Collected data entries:
########

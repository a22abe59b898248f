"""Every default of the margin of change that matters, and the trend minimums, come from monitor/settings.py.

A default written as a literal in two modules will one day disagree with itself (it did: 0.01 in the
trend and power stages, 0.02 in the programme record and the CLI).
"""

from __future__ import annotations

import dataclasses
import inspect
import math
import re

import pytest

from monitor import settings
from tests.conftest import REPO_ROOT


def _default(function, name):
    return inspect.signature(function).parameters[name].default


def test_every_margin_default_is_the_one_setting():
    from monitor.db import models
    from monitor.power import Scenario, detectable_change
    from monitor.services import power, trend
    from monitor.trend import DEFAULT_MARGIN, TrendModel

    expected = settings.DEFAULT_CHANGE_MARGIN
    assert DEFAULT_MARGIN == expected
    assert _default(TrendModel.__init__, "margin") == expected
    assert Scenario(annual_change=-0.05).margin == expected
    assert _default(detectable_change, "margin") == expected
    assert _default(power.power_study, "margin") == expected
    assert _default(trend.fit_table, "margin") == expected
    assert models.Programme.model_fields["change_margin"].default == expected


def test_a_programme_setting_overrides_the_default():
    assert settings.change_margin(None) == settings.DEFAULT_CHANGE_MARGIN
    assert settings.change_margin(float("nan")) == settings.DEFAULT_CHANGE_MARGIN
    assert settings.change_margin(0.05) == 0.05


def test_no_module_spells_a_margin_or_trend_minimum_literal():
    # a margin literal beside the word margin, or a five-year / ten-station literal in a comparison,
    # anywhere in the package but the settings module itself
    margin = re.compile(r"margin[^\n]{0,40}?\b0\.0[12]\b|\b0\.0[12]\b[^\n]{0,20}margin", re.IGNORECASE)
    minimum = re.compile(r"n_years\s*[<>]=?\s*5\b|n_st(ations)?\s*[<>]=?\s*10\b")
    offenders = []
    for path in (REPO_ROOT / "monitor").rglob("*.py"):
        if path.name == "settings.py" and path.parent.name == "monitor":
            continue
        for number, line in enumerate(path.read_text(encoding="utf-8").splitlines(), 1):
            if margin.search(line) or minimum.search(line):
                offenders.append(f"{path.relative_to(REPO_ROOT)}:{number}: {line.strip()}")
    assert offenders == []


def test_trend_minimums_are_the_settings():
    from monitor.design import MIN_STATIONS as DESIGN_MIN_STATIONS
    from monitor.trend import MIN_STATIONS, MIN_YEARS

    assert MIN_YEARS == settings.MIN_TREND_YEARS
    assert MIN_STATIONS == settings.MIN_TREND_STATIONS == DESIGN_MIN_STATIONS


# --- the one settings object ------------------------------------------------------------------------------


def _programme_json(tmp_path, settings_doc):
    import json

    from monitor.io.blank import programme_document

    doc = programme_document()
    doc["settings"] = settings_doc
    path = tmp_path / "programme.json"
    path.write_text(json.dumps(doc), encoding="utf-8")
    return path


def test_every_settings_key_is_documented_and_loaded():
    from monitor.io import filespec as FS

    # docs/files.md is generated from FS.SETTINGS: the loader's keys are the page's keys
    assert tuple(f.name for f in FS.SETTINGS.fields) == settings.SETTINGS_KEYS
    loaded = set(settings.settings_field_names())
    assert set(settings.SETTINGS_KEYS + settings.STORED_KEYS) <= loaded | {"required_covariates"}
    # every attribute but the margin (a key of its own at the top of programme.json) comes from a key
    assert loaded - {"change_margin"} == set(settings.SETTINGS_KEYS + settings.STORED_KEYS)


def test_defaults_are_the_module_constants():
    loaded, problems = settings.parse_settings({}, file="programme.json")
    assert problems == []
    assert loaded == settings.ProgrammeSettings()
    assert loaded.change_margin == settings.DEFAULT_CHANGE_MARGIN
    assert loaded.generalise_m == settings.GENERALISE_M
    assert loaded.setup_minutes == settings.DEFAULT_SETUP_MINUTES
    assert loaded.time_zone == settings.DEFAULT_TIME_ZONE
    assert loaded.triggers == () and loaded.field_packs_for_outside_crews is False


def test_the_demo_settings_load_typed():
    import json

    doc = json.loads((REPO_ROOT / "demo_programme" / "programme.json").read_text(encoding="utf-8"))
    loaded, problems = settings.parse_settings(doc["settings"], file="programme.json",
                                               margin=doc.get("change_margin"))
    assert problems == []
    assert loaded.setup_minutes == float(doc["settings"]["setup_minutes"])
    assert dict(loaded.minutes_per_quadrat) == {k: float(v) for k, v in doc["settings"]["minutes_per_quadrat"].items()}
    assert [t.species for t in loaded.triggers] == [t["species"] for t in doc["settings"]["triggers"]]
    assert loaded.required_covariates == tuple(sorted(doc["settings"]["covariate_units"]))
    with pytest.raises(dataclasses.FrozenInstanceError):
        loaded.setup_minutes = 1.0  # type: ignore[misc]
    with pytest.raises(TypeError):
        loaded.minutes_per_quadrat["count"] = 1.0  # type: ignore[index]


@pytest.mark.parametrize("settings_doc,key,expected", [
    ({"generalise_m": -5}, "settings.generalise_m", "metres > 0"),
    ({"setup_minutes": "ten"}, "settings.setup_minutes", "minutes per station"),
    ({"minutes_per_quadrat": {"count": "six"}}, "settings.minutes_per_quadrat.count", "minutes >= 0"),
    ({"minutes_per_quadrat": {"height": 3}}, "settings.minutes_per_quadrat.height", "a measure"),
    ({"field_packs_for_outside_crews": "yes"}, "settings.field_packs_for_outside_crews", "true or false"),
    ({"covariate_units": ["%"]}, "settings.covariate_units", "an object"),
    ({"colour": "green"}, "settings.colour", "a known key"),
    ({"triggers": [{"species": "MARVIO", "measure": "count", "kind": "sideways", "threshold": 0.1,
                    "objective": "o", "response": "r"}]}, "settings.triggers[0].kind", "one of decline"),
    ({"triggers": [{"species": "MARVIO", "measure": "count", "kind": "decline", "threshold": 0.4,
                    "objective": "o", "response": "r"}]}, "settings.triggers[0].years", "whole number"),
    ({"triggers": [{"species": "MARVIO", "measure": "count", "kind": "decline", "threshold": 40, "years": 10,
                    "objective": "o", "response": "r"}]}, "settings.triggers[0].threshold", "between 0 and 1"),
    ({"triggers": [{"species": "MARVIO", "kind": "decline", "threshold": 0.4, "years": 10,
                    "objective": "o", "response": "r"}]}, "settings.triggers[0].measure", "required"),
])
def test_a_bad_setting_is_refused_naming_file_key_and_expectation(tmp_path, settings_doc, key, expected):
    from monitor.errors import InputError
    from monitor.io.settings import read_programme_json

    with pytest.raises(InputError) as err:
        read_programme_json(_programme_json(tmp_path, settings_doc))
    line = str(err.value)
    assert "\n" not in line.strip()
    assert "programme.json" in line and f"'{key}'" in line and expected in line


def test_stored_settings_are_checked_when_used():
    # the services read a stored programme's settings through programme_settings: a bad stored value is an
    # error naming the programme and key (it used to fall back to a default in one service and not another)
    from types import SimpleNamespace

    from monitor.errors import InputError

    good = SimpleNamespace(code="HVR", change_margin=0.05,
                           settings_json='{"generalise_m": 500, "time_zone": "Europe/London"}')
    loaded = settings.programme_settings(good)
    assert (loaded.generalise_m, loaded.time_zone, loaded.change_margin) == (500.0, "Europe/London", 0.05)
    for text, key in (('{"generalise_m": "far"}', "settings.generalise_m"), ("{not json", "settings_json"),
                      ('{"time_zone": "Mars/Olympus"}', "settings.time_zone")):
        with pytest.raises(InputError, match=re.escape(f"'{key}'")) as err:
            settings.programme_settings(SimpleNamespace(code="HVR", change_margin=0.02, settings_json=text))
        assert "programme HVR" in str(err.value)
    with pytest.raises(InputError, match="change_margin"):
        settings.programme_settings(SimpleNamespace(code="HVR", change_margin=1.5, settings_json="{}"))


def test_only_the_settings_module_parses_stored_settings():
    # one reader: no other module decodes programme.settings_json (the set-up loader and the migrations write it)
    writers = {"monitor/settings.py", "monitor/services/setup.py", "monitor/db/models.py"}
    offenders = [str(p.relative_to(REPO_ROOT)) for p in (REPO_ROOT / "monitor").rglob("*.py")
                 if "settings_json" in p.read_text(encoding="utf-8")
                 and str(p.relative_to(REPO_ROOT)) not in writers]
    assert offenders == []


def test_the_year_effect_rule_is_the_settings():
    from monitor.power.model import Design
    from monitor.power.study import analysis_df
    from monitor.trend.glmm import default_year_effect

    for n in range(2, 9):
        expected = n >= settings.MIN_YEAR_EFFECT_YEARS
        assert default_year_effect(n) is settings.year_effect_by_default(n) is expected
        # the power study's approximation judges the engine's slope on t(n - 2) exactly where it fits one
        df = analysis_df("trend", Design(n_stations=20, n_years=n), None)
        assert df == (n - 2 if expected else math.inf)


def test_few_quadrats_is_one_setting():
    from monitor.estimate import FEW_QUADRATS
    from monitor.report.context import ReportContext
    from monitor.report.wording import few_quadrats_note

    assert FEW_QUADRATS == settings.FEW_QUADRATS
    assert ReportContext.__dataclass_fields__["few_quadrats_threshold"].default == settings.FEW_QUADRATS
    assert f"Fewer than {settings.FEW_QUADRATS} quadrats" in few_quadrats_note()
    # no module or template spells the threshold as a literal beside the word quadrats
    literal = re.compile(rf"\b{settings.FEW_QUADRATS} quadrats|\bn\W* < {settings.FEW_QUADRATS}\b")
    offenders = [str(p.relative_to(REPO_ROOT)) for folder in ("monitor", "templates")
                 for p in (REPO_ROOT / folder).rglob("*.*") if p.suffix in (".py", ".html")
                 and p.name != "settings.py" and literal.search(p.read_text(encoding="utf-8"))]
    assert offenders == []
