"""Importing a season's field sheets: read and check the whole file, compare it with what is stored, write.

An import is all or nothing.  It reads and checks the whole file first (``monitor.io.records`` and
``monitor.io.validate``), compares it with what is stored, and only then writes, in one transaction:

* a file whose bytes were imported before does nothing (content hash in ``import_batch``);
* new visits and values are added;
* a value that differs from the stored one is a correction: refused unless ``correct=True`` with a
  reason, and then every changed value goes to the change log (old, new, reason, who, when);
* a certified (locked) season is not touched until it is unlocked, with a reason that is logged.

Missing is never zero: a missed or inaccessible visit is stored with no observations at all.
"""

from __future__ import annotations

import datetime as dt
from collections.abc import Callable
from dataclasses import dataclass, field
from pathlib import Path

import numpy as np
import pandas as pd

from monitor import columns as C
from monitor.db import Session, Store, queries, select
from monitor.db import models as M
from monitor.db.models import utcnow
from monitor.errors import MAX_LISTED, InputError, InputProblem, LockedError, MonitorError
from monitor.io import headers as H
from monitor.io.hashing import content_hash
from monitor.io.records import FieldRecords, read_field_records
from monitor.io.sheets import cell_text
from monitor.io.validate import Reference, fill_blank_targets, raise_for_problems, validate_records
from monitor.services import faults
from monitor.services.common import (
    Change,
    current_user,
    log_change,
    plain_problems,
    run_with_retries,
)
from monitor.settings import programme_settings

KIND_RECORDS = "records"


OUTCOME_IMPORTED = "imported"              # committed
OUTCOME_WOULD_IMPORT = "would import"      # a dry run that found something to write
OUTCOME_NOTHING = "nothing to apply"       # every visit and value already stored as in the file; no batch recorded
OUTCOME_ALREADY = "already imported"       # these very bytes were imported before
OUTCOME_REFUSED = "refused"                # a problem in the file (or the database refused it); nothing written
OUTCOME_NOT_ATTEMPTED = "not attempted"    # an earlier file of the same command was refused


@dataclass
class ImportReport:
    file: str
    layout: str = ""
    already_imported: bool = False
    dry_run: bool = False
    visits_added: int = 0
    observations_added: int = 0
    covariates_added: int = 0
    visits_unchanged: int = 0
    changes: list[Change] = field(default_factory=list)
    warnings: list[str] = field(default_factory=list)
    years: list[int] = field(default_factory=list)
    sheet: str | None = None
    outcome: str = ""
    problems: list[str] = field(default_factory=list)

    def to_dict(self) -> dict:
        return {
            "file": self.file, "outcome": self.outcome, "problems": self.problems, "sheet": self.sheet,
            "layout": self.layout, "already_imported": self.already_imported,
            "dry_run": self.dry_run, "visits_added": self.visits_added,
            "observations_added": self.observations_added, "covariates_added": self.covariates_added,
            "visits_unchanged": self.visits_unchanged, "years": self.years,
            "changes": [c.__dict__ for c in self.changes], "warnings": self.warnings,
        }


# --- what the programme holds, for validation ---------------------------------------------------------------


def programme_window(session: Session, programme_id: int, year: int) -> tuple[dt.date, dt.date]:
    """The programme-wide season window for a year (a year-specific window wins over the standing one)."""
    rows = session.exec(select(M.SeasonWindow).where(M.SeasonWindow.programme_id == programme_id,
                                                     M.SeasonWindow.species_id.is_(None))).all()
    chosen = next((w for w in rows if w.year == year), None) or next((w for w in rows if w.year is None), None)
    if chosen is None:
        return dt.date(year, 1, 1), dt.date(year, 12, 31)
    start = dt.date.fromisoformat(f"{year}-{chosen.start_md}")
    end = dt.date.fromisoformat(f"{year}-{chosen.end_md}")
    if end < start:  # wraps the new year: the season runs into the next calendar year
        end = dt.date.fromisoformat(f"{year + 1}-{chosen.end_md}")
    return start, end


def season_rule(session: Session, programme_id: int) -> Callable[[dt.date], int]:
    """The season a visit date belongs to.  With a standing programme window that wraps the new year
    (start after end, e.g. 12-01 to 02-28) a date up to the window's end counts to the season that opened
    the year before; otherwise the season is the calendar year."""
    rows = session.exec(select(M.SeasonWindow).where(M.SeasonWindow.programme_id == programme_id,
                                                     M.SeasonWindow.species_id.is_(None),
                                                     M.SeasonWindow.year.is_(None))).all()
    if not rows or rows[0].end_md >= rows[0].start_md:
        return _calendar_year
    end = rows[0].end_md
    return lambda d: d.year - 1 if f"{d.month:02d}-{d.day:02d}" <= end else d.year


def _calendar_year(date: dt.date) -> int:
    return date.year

########

[YOUR INSTRUCTIONS]:
For each line above that has the word "validate", add one to a tally, and report the final tally alone.

[YOUR SOLUTION]:
2